» Problem details
Across the entries below, tally every line that holds the string "ponded" and reply with the number only.

» Records for the task
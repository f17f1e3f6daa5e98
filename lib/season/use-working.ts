/**
 * The working of a strip's water use, told from the numbers the loop left behind; nothing is computed here.
 */
import type { Trace, WorkingStep } from '../base/working.ts';
import { metre, mm, one, type ToldDay } from './told-day.ts';

/** Hands the steps of a strip's water use to the recorder: exposure of the surface, demand, use, and the balance of the day. */
export function recordUse(told: ToldDay, trace: Trace): void {
  if (!told.single) {
    for (const step of exposureSteps(told)) trace.step(step);
    for (const step of evaporationSteps(told)) trace.step(step);
  }
  for (const step of demandSteps(told)) trace.step(step);
  for (const step of stressSteps(told)) trace.step(step);
  for (const step of takenSteps(told)) trace.step(step);
  for (const step of closingSteps(told)) trace.step(step);
  trace.step(balanceStep(told));
}

function exposureSteps(told: ToldDay): WorkingStep[] {
  const { record, curve, ground, rain } = told;
  const part = 'surface';
  const basal = one('Kcb', record.basal);
  const height = metre('h', curve.height[record.day]);
  const under = ground.underCanopy && !record.ponded;
  return [
    {
      part,
      symbol: 'fw',
      name: 'Wetted fraction of the surface',
      expression: record.ponded
        ? 'fw = 1; the field is flooded'
        : `fw of the method on an irrigation day, 1 after more than 3 mm of ${rain === 'P' ? 'rain' : 'rain and melt'}, else as the day before`,
      inputs: record.ponded ? [] : [mm('I', record.irrigation), mm(rain, record.liquid), one('fw,method', ground.methodWetted)],
      result: record.wettedFraction,
      unit: '1',
      source: 'FAO-56 Table 20 and text of Eq. 75',
    },
    {
      part,
      symbol: 'Kc max',
      name: 'Upper limit of evaporation and transpiration',
      expression: 'Kc max = max(1.2 + k (h/3)^0.3, Kcb + 0.05)',
      inputs: [one('k', told.climate), height, basal],
      result: record.maximum,
      unit: '1',
      source: 'FAO-56 Eq. 72',
    },
    coverStep(told),
    {
      part,
      symbol: 'few',
      name: 'Exposed and wetted fraction',
      expression: under ? 'few = max(0.01, min(1 − fc, (1 − 2/3 fc) fw))' : 'few = max(0.01, min(1 − fc, fw))',
      inputs: [one('fc', record.covered), one('fw', record.wettedFraction)],
      result: record.exposedWetted,
      unit: '1',
      source: 'FAO-56 Eq. 75',
    },
  ];
}

function coverStep({ record, curve }: ToldDay): WorkingStep {
  const step = { part: 'surface', symbol: 'fc', name: 'Fraction covered by the crop', result: record.covered, unit: '1' };
  const given = curve.covered[record.day];
  if (given >= 0) {
    return { ...step, expression: 'fc = min(0.99, fc,given)', inputs: [one('fc,given', given)], source: 'canopy of the planting' };
  }
  if (record.covered === 0) {
    return { ...step, expression: 'fc = 0; Kcb is not above that of bare ground, 0.15', inputs: [], source: 'FAO-56 Eq. 76' };
  }
  return {
    ...step,
    expression: 'fc = min(0.99, ((Kcb − 0.15) / (Kc max − 0.15))^(1 + 0.5 h))',
    inputs: [one('Kcb', record.basal), one('Kc max', record.maximum), metre('h', curve.height[record.day])],
    source: 'FAO-56 Eq. 76',
  };
}

function evaporationSteps({ record, ground, curve }: ToldDay): WorkingStep[] {
  const wet = record.wettedSurface <= ground.readilyEvaporable;
  const mulch = curve.evaporationShare[record.day];
  const limits = [one('Kr', record.reduction), one('Kc max', record.maximum), one('Kcb', record.basal), one('few', record.exposedWetted)];
  const frozen = record.frozen && !record.ponded;
  const least = 'min(Kr (Kc max − Kcb), few Kc max)';
  return [
    {
      part: 'surface',
      symbol: 'Kr',
      name: 'Evaporation reduction coefficient',
      expression: wet ? 'Kr = 1 while De,1 ≤ REW' : 'Kr = (TEW − De,1) / (TEW − REW)',
      inputs: [mm('De,1', record.wettedSurface), mm('REW', ground.readilyEvaporable), ...(wet ? [] : [mm('TEW', ground.totalEvaporable)])],
      result: record.reduction,
      unit: '1',
      source: 'FAO-56 Eq. 74',
    },
    {
      part: 'surface',
      symbol: 'Ke',
      name: 'Soil evaporation coefficient',
      expression: frozen
        ? 'Ke = 0; the ground is frozen'
        : mulch === 1
          ? `Ke = ${least}`
          : `Ke = M ${least}; M: share the mulch lets through`,
      inputs: frozen ? [] : [...limits, ...(mulch === 1 ? [] : [one('M', mulch)])],
      result: record.evaporationCoefficient,
      unit: '1',
      source: mulch === 1 ? 'FAO-56 Eq. 71' : 'FAO-56 Eq. 71 and chapter 10 (mulches)',
    },
  ];
}

function demandSteps({ record, curve, single }: ToldDay): WorkingStep[] {
  const snow = record.snowWater > 0;
  const reference = mm('ETo', record.referenceEt);
  const step = { part: 'coefficient', symbol: 'ETc', name: 'Crop ET, unstressed', result: record.cropEt, unit: 'mm' };
  const demand: WorkingStep = snow
    ? {
        ...step,
        expression: 'ETc = 0; snow lies on the ground',
        inputs: [mm('S', record.snowWater)],
        source: 'choice of the product: under snow neither crop nor soil takes water',
      }
    : single
      ? { ...step, expression: 'ETc = Kc ETo', inputs: [one('Kc', record.basal), reference], source: 'FAO-56 Eq. 58' }
      : {
          ...step,
          expression: 'ETc = (Kcb + Ke) ETo',
          inputs: [one('Kcb', record.basal), one('Ke', record.evaporationCoefficient), reference],
          source: 'FAO-56 Eq. 69',
        };
  const part = 'root-zone';
  return [
    demand,
    {
      part,
      symbol: 'p',
      name: 'Depletion fraction',
      expression: record.planted ? 'p = min(0.8, max(0.1, p,table + 0.04 (5 − ETc)))' : 'p as on the last cropped day; nothing is planted',
      inputs: record.planted ? [one('p,table', curve.tableFraction[record.day]), mm('ETc', record.cropEt)] : [],
      result: record.depletionFraction,
      unit: '1',
      source: 'FAO-56 Table 22, footnote 2',
    },
    {
      part,
      symbol: 'RAW',
      name: 'Readily available water',
      expression: 'RAW = p TAW',
      inputs: [one('p', record.depletionFraction), mm('TAW', record.available)],
      result: record.depletionFraction * record.available,
      unit: 'mm',
      source: 'FAO-56 Eq. 83',
    },
  ];
}

function stressSteps({ record }: ToldDay): WorkingStep[] {
  const part = 'root-zone';
  const available = mm('TAW', record.available);
  const refilled = mm('Dr,1', record.refilled);
  const fraction = one('p', record.depletionFraction);
  const short = record.refilled > record.depletionFraction * record.available;
  const step = { part, symbol: 'Ks', name: 'Stress coefficient', unit: '1', source: 'FAO-56 Eq. 84' };
  if (!record.planted && record.basal === 0) {
    return [{ ...step, expression: 'Ks = 1; nothing is planted', inputs: [], result: record.stress }];
  }
  const salty = record.saltStress !== 1;
  const symbol = salty ? 'Ks,water' : 'Ks';
  const result = record.waterStress;
  const water: WorkingStep =
    record.pond > 0
      ? { ...step, symbol, expression: `${symbol} = 1; water stands above field capacity`, inputs: [], result }
      : short
        ? {
            ...step,
            symbol,
            expression: `${symbol} = max(0, (TAW − Dr,1) / ((1 − p) TAW))`,
            inputs: [available, refilled, fraction],
            result,
          }
        : { ...step, symbol, expression: `${symbol} = 1 while Dr,1 ≤ p TAW`, inputs: [refilled, fraction, available], result };
  if (!salty) return [water];
  return [
    water,
    {
      ...step,
      expression: 'Ks = Ks,salt Ks,water',
      inputs: [one('Ks,salt', record.saltStress), one('Ks,water', result)],
      result: record.waterStress * record.saltStress,
      source: 'FAO-56 Eq. 91 and 92',
    },
  ];
}

function takenSteps({ record, single }: ToldDay): WorkingStep[] {
  const reference = mm('ETo', record.referenceEt);
  const left = mm('W', record.left);
  const coefficient = one(single ? 'Kc' : 'Kcb', record.basal);
  const used = one('Ks', record.waterStress * record.saltStress);
  const transpired: WorkingStep = {
    part: 'root-zone',
    symbol: 'T',
    name: single ? 'Crop ET, adjusted for stress' : 'Transpiration',
    expression: `T = min(Ks ${coefficient.symbol} ETo, W)`,
    inputs: [used, coefficient, reference, left],
    result: record.transpiration,
    unit: 'mm',
    source: single ? 'FAO-56 Eq. 81 and 86' : 'FAO-56 Eq. 80 and 86',
  };
  const storage: WorkingStep = {
    part: 'root-zone',
    symbol: 'W',
    name: 'Water that can be taken today',
    expression: record.pond > 0 ? 'W = max(0, TAW − Dr,1) + X,1' : 'W = max(0, TAW − Dr,1)',
    inputs: [mm('TAW', record.available), mm('Dr,1', record.refilled), ...(record.pond > 0 ? [mm('X,1', record.pond)] : [])],
    result: record.left,
    unit: 'mm',
    source: 'FAO-56 Eq. 86: not past wilting point',
  };
  if (single) return [storage, transpired];
  return [
    storage,
    transpired,
    {
      part: 'surface',
      symbol: 'E',
      name: 'Soil evaporation',
      expression: 'E = min(Ke ETo, W − T)',
      inputs: [one('Ke', record.evaporationCoefficient), reference, left, mm('T', record.transpiration)],
      result: record.evaporation,
      unit: 'mm',
      source: 'FAO-56 Eq. 80 and 86',
    },
  ];
}

function closingSteps({ record, ground, curve, single }: ToldDay): WorkingStep[] {
  const open = curve.openShare[record.day];
  const taken = [mm('T', record.transpiration), ...(single ? [] : [mm('E', record.evaporation)])];
  const sum = single ? 'T' : 'T + E';
  const steps: WorkingStep[] = [];
  if (!single) {
    const dried = {
      part: 'surface',
      symbol: 'De',
      name: 'Surface-layer depletion at the end of the day',
      result: record.closingSurface,
      unit: 'mm',
    };
    const source = 'FAO-56 Eq. 77 and 78';
    steps.push(
      record.closingPond > 0
        ? { ...dried, expression: 'De = 0; water stands on the field', inputs: [], source }
        : {
            ...dried,
            expression: open === 1 ? 'De = min(TEW, De,1 + E / few)' : open > 0 ? 'De = min(TEW, De,1 + E / (few M))' : 'De = De,1',
            inputs: [
              mm('De,1', record.wettedSurface),
              ...(open > 0 ? [mm('E', record.evaporation), one('few', record.exposedWetted), mm('TEW', ground.totalEvaporable)] : []),
              ...(open > 0 && open !== 1 ? [one('M', open)] : []),
            ],
            source: open === 1 ? source : `${source}, chapter 10 (mulches): ground under plastic does not dry`,
          },
    );
  }
  const part = 'root-zone';
  const refilled = mm('Dr,1', record.refilled);
  const step = { part, symbol: 'Dr', name: 'Root-zone depletion at the end of the day', result: record.closingDepletion, unit: 'mm' };
  if (!(record.pond > 0)) {
    return [...steps, { ...step, expression: `Dr = Dr,1 + ${sum}`, inputs: [refilled, ...taken], source: 'FAO-56 Eq. 85' }];
  }
  const pond = mm('X,1', record.pond);
  const source = 'balance of the ponded store: it is drawn on first';
  return [
    ...steps,
    {
      part,
      symbol: 'X',
      name: 'Water above field capacity at the end of the day',
      expression: `X = max(0, X,1 − (${sum}))`,
      inputs: [pond, ...taken],
      result: record.closingPond,
      unit: 'mm',
      source,
    },
    { ...step, expression: `Dr = Dr,1 + max(0, ${sum} − X,1)`, inputs: [refilled, ...taken, pond], source },
  ];
}

function balanceStep({ record, single, rain }: ToldDay): WorkingStep {
  const flows: [string, string, number, boolean][] = [
    ['', 'P', record.precipitation, true],
    [' + ', 'I', record.irrigation, true],
    [' + ', 'CR', record.capillaryRise, record.capillaryRise > 0],
    [' − ', 'RO', record.surfaceRunoff, true],
    [' − ', 'T', record.transpiration, true],
    [' − ', 'E', record.evaporation, !single],
    [' − ', 'DP', record.deepPercolation, true],
    [' − ', 'IP', record.irrigationPercolation, record.irrigationPercolation > 0],
  ];
  const shown = flows.filter(([, , , show]) => show);
  const snow = rain === 'Pl';
  const pond = record.openingPond > 0 || record.closingPond > 0;
  const stores = `[Dr,yesterday + Db,yesterday − Dr − Db]${pond ? ' − [X − X,yesterday]' : ''}${snow ? ' − [S − S,yesterday]' : ''}`;
  return {
    part: 'balance',
    symbol: 'residual',
    name: 'Water balance of the day',
    expression: `residual = ${shown.map(([sign, symbol]) => sign + symbol).join('')} − ${stores}, which must be 0`,
    inputs: [
      ...shown.map(([, symbol, value]) => mm(symbol, value)),
      mm('Dr, yesterday', record.openingDepletion),
      mm('Db, yesterday', record.openingBelow),
      mm('Dr', record.closingDepletion),
      mm('Db', record.below),
      ...(pond ? [mm('X', record.closingPond), mm('X, yesterday', record.openingPond)] : []),
      ...(snow ? [mm('S', record.snowWater), mm('S, yesterday', record.snowBefore)] : []),
    ],
    result: record.residual,
    unit: 'mm',
    source: 'FAO-56 Eq. 85, over the root zone and the soil below it',
  };
}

» Answer space
5